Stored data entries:
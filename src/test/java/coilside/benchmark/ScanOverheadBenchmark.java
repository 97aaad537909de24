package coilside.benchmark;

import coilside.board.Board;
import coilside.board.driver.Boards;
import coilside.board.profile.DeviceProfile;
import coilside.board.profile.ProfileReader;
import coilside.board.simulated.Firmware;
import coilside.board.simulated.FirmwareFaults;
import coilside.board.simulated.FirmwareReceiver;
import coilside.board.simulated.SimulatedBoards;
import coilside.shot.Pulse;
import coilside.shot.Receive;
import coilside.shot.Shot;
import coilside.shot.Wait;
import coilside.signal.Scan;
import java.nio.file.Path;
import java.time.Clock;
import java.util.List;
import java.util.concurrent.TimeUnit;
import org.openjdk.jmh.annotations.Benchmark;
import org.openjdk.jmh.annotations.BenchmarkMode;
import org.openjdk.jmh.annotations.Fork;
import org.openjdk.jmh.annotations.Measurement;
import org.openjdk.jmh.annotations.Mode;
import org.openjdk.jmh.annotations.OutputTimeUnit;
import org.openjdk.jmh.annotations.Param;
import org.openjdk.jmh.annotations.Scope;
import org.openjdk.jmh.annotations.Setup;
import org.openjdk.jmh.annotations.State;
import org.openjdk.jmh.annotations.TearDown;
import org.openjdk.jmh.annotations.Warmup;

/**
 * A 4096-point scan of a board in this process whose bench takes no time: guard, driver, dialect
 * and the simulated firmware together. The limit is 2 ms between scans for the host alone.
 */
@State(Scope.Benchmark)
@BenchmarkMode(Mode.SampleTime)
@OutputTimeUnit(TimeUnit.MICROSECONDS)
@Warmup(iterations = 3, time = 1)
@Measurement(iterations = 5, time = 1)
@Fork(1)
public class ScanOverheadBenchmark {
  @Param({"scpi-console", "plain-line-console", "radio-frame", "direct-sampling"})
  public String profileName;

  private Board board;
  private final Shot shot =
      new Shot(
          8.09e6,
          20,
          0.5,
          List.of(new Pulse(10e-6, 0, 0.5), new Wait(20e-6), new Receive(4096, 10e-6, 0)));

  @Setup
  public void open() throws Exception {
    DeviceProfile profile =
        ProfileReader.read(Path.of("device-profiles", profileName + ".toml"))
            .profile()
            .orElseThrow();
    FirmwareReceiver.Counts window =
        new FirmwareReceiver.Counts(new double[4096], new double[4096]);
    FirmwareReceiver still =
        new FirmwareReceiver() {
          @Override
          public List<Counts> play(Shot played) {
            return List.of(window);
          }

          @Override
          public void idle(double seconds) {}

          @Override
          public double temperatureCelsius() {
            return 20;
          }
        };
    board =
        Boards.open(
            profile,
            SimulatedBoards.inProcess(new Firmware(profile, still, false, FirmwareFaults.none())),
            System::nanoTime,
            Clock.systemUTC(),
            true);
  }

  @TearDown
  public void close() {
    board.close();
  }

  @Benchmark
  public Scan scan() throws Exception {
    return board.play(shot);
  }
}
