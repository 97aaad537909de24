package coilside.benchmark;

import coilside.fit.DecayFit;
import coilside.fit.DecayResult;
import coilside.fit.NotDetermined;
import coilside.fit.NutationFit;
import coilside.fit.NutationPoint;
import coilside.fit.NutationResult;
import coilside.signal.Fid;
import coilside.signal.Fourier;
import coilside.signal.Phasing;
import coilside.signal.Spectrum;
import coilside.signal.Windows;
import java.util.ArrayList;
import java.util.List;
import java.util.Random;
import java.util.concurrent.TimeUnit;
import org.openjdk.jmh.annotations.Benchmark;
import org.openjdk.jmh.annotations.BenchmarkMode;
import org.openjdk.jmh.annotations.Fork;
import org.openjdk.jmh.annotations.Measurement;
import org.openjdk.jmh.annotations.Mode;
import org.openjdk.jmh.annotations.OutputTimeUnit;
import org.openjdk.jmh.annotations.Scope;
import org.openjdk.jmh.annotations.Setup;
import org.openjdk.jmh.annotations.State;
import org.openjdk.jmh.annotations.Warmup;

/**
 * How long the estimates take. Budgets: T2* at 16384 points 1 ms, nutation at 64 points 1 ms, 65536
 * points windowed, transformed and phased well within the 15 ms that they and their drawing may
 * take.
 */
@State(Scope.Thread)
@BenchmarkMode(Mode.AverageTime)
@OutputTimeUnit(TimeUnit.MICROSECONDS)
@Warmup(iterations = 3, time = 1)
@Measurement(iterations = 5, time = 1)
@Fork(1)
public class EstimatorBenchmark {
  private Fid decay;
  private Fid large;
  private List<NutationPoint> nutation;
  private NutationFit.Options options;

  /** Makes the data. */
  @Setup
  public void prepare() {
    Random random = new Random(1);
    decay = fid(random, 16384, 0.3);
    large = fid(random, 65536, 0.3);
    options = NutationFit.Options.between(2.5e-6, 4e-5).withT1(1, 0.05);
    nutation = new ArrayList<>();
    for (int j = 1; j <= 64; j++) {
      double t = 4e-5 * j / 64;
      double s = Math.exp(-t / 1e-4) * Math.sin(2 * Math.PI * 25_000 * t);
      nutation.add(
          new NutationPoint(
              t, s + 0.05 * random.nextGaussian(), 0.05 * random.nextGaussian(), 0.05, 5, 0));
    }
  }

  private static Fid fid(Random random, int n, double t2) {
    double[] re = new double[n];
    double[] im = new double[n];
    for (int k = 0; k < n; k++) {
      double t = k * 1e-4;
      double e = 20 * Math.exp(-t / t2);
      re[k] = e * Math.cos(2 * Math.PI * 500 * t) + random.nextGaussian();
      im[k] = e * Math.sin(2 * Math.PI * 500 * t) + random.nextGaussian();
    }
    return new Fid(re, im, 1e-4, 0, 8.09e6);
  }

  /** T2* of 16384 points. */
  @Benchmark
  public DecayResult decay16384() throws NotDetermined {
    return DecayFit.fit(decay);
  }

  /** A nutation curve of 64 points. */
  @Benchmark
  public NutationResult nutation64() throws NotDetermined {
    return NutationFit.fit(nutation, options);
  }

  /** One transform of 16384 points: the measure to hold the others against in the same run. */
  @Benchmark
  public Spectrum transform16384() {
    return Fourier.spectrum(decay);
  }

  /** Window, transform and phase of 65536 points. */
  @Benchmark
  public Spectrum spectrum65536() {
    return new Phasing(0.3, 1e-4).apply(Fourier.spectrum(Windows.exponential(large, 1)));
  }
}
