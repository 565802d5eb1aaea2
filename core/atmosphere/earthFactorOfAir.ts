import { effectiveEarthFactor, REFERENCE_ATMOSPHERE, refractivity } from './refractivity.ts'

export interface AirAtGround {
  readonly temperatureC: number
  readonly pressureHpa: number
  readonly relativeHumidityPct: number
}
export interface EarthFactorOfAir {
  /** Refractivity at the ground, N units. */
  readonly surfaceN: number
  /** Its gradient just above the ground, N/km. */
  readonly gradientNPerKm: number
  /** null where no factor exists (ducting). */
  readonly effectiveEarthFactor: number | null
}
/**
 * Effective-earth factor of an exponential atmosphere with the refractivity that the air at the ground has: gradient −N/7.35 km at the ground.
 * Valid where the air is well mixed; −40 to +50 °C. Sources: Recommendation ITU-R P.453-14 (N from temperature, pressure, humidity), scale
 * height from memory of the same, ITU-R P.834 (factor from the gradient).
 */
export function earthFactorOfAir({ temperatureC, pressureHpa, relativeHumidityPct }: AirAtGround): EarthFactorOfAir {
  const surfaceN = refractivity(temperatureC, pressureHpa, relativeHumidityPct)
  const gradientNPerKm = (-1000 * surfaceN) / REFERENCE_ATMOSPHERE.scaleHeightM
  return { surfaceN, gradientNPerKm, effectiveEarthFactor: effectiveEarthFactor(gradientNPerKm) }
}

EXERCISE REQUIREMENTS:
Give each line of the records above again, unchanged.

REPLY TO THE EXERCISE:
filename src/test/java/coilside/benchmark/ScanOverheadBenchmark.java
repository 97aaad537909de24
package coilside.benchmark;

import coilside.board.Board;
import coilside.board.driver.Boards;
import coilside.board.profile.DeviceProfile;
import coilside.board.profile.ProfileReader;
import coilside.board.simulated.Firmware;
import coilside.board.simulated.FirmwareFaults;
import coilside.board.simulated.FirmwareReceiver;
import coilside.board.simulated.SimulatedBoards;
import coilside.shot.Pulse;
import coilside.shot.Receive;
import coilside.shot.Shot;
import coilside.shot.Wait;
import coilside.signal.Scan;
import java.nio.file.Path;
import java.time.Clock;
import java.util.List;
import java.util.concurrent.TimeUnit;
import org.openjdk.jmh.annotations.Benchmark;
import org.openjdk.jmh.annotations.BenchmarkMode;
import org.openjdk.jmh.annotations.Fork;
import org.openjdk.jmh.annotations.Measurement;
import org.openjdk.jmh.annotations.Mode;
import org.openjdk.jmh.annotations.OutputTimeUnit;
import org.openjdk.jmh.annotations.Param;
import org.openjdk.jmh.annotations.Scope;
import org.openjdk.jmh.annotations.Setup;
import org.openjdk.jmh.annotations.State;
import org.openjdk.jmh.annotations.TearDown;
import org.openjdk.jmh.annotations.Warmup;

/**
 * A 4096-point scan of a board in this process whose bench takes no time: guard, driver, dialect
 * and the simulated firmware together. The limit is 2 ms between scans for the host alone.
 */
@State(Scope.Benchmark)
@BenchmarkMode(Mode.SampleTime)
@OutputTimeUnit(TimeUnit.MICROSECONDS)
@Warmup(iterations = 3, time = 1)
@Measurement(iterations = 5, time = 1)
@Fork(1)
public class ScanOverheadBenchmark {
  @Param({"scpi-console", "plain-line-console", "radio-frame", "direct-sampling"})
  public String profileName;

  private Board board;
  private final Shot shot =
      new Shot(
          8.09e6,
          20,
          0.5,
          List.of(new Pulse(10e-6, 0, 0.5), new Wait(20e-6), new Receive(4096, 10e-6, 0)));

  @Setup
  public void open() throws Exception {
    DeviceProfile profile =
        ProfileReader.read(Path.of("device-profiles", profileName + ".toml"))
            .profile()
            .orElseThrow();
    FirmwareReceiver.Counts window =
        new FirmwareReceiver.Counts(new double[4096], new double[4096]);
    FirmwareReceiver still =
        new FirmwareReceiver() {
          @Override
          public List<Counts> play(Shot played) {
            return List.of(window);
          }

          @Override
          public void idle(double seconds) {}

          @Override
          public double temperatureCelsius() {
            return 20;
          }
        };
    board =
        Boards.open(
            profile,
            SimulatedBoards.inProcess(new Firmware(profile, still, false, FirmwareFaults.none())),
            System::nanoTime,
            Clock.systemUTC(),
            true);
  }

  @TearDown
  public void close() {
    board.close();
  }

  @Benchmark
  public Scan scan() throws Exception {
    return board.play(shot);
  }
}
repository 97aaad537909de24
package coilside.benchmark;

import coilside.fit.DecayFit;
import coilside.fit.DecayResult;
import coilside.fit.NotDetermined;
import coilside.fit.NutationFit;
import coilside.fit.NutationPoint;
import coilside.fit.NutationResult;
import coilside.signal.Fid;
import coilside.signal.Fourier;
import coilside.signal.Phasing;
import coilside.signal.Spectrum;
import coilside.signal.Windows;
import java.util.ArrayList;
import java.util.List;
import java.util.Random;
import java.util.concurrent.TimeUnit;
import org.openjdk.jmh.annotations.Benchmark;
import org.openjdk.jmh.annotations.BenchmarkMode;
import org.openjdk.jmh.annotations.Fork;
import org.openjdk.jmh.annotations.Measurement;
import org.openjdk.jmh.annotations.Mode;
import org.openjdk.jmh.annotations.OutputTimeUnit;
import org.openjdk.jmh.annotations.Scope;
import org.openjdk.jmh.annotations.Setup;
import org.openjdk.jmh.annotations.State;
import org.openjdk.jmh.annotations.Warmup;

/**
 * How long the estimates take. Budgets: T2* at 16384 points 1 ms, nutation at 64 points 1 ms, 65536
 * points windowed, transformed and phased well within the 15 ms that they and their drawing may
 * take.
 */
@State(Scope.Thread)
@BenchmarkMode(Mode.AverageTime)
@OutputTimeUnit(TimeUnit.MICROSECONDS)
@Warmup(iterations = 3, time = 1)
@Measurement(iterations = 5, time = 1)
@Fork(1)
public class EstimatorBenchmark {
  private Fid decay;
  private Fid large;
  private List<NutationPoint> nutation;
  private NutationFit.Options options;

  /** Makes the data. */
  @Setup
  public void prepare() {
    Random random = new Random(1);
    decay = fid(random, 16384, 0.3);
    large = fid(random, 65536, 0.3);
    options = NutationFit.Options.between(2.5e-6, 4e-5).withT1(1, 0.05);
    nutation = new ArrayList<>();
    for (int j = 1; j <= 64; j++) {
      double t = 4e-5 * j / 64;
      double s = Math.exp(-t / 1e-4) * Math.sin(2 * Math.PI * 25_000 * t);
      nutation.add(
          new NutationPoint(
              t, s + 0.05 * random.nextGaussian(), 0.05 * random.nextGaussian(), 0.05, 5, 0));
    }
  }

  private static Fid fid(Random random, int n, double t2) {
    double[] re = new double[n];
    double[] im = new double[n];
    for (int k = 0; k < n; k++) {
      double t = k * 1e-4;
      double e = 20 * Math.exp(-t / t2);
      re[k] = e * Math.cos(2 * Math.PI * 500 * t) + random.nextGaussian();
      im[k] = e * Math.sin(2 * Math.PI * 500 * t) + random.nextGaussian();
    }
    return new Fid(re, im, 1e-4, 0, 8.09e6);
  }

  /** T2* of 16384 points. */
  @Benchmark
  public DecayResult decay16384() throws NotDetermined {
    return DecayFit.fit(decay);
  }

  /** A nutation curve of 64 points. */
  @Benchmark
  public NutationResult nutation64() throws NotDetermined {
    return NutationFit.fit(nutation, options);
  }

  /** One transform of 16384 points: the measure to hold the others against in the same run. */
  @Benchmark
  public Spectrum transform16384() {
    return Fourier.spectrum(decay);
  }

  /** Window, transform and phase of 65536 points. */
  @Benchmark
  public Spectrum spectrum65536() {
    return new Phasing(0.3, 1e-4).apply(Fourier.spectrum(Windows.exponential(large, 1)));
  }
}
repository 565802d5eb1aaea2
filename core/atmosphere/earthFactorOfAir.ts
import { effectiveEarthFactor, REFERENCE_ATMOSPHERE, refractivity } from './refractivity.ts'

export interface AirAtGround {
  readonly temperatureC: number
  readonly pressureHpa: number
  readonly relativeHumidityPct: number
}
export interface EarthFactorOfAir {
  /** Refractivity at the ground, N units. */
  readonly surfaceN: number
  /** Its gradient just above the ground, N/km. */
  readonly gradientNPerKm: number
  /** null where no factor exists (ducting). */
  readonly effectiveEarthFactor: number | null
}
/**
 * Effective-earth factor of an exponential atmosphere with the refractivity that the air at the ground has: gradient −N/7.35 km at the ground.
 * Valid where the air is well mixed; −40 to +50 °C. Sources: Recommendation ITU-R P.453-14 (N from temperature, pressure, humidity), scale
 * height from memory of the same, ITU-R P.834 (factor from the gradient).
 */
export function earthFactorOfAir({ temperatureC, pressureHpa, relativeHumidityPct }: AirAtGround): EarthFactorOfAir {
  const surfaceN = refractivity(temperatureC, pressureHpa, relativeHumidityPct)
  const gradientNPerKm = (-1000 * surfaceN) / REFERENCE_ATMOSPHERE.scaleHeightM
  return { surfaceN, gradientNPerKm, effectiveEarthFactor: effectiveEarthFactor(gradientNPerKm) }
}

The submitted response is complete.